Segment Open

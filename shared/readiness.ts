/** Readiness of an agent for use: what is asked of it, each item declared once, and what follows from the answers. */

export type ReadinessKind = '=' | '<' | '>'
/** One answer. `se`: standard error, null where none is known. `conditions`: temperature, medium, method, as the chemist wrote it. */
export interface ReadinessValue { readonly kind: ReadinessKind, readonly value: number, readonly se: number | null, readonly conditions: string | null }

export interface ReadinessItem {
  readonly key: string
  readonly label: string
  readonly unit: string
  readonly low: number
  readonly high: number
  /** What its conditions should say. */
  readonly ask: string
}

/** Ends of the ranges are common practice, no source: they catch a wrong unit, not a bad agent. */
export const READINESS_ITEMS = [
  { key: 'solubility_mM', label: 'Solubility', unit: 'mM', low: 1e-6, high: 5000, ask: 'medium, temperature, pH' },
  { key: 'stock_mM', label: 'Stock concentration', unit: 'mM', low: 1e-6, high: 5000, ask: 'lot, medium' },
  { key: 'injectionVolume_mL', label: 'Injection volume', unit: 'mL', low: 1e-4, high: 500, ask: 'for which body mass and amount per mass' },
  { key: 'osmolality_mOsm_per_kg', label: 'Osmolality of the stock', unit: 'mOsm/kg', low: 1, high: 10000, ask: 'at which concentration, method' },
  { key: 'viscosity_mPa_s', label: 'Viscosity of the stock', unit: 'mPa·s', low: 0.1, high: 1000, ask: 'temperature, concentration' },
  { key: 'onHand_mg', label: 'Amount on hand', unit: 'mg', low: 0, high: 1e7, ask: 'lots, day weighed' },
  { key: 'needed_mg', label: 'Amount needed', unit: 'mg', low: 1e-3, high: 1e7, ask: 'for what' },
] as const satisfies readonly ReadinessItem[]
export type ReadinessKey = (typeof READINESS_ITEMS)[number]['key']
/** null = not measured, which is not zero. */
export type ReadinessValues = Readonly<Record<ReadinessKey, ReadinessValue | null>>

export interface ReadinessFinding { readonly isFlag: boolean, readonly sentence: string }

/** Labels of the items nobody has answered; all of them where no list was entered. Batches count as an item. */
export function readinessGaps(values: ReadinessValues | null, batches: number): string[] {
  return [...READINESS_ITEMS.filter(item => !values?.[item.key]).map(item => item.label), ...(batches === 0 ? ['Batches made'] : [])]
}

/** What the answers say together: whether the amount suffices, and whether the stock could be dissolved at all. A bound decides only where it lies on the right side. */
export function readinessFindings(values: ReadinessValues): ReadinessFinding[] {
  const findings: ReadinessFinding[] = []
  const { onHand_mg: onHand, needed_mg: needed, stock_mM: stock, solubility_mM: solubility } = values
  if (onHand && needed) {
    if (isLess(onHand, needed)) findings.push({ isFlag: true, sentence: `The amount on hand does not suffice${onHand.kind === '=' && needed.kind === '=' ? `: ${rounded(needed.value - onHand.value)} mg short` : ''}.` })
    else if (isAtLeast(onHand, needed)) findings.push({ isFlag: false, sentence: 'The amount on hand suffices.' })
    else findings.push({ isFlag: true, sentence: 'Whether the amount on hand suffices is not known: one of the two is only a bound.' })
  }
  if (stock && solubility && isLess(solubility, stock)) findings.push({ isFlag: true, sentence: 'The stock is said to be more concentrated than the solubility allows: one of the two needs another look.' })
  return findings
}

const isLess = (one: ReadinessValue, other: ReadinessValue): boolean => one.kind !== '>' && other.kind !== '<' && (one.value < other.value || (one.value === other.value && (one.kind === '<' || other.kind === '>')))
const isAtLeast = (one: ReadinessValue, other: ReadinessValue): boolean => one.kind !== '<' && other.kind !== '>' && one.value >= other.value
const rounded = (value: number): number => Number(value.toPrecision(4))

Segment Closed

» What the exercise asks: Look over the listing and return each line that holds "temperature".

» Written solution:
/** One answer. `se`: standard error, null where none is known. `conditions`: temperature, medium, method, as the chemist wrote it. */
  { key: 'solubility_mM', label: 'Solubility', unit: 'mM', low: 1e-6, high: 5000, ask: 'medium, temperature, pH' },
  { key: 'viscosity_mPa_s', label: 'Viscosity of the stock', unit: 'mPa·s', low: 0.1, high: 1000, ask: 'temperature, concentration' },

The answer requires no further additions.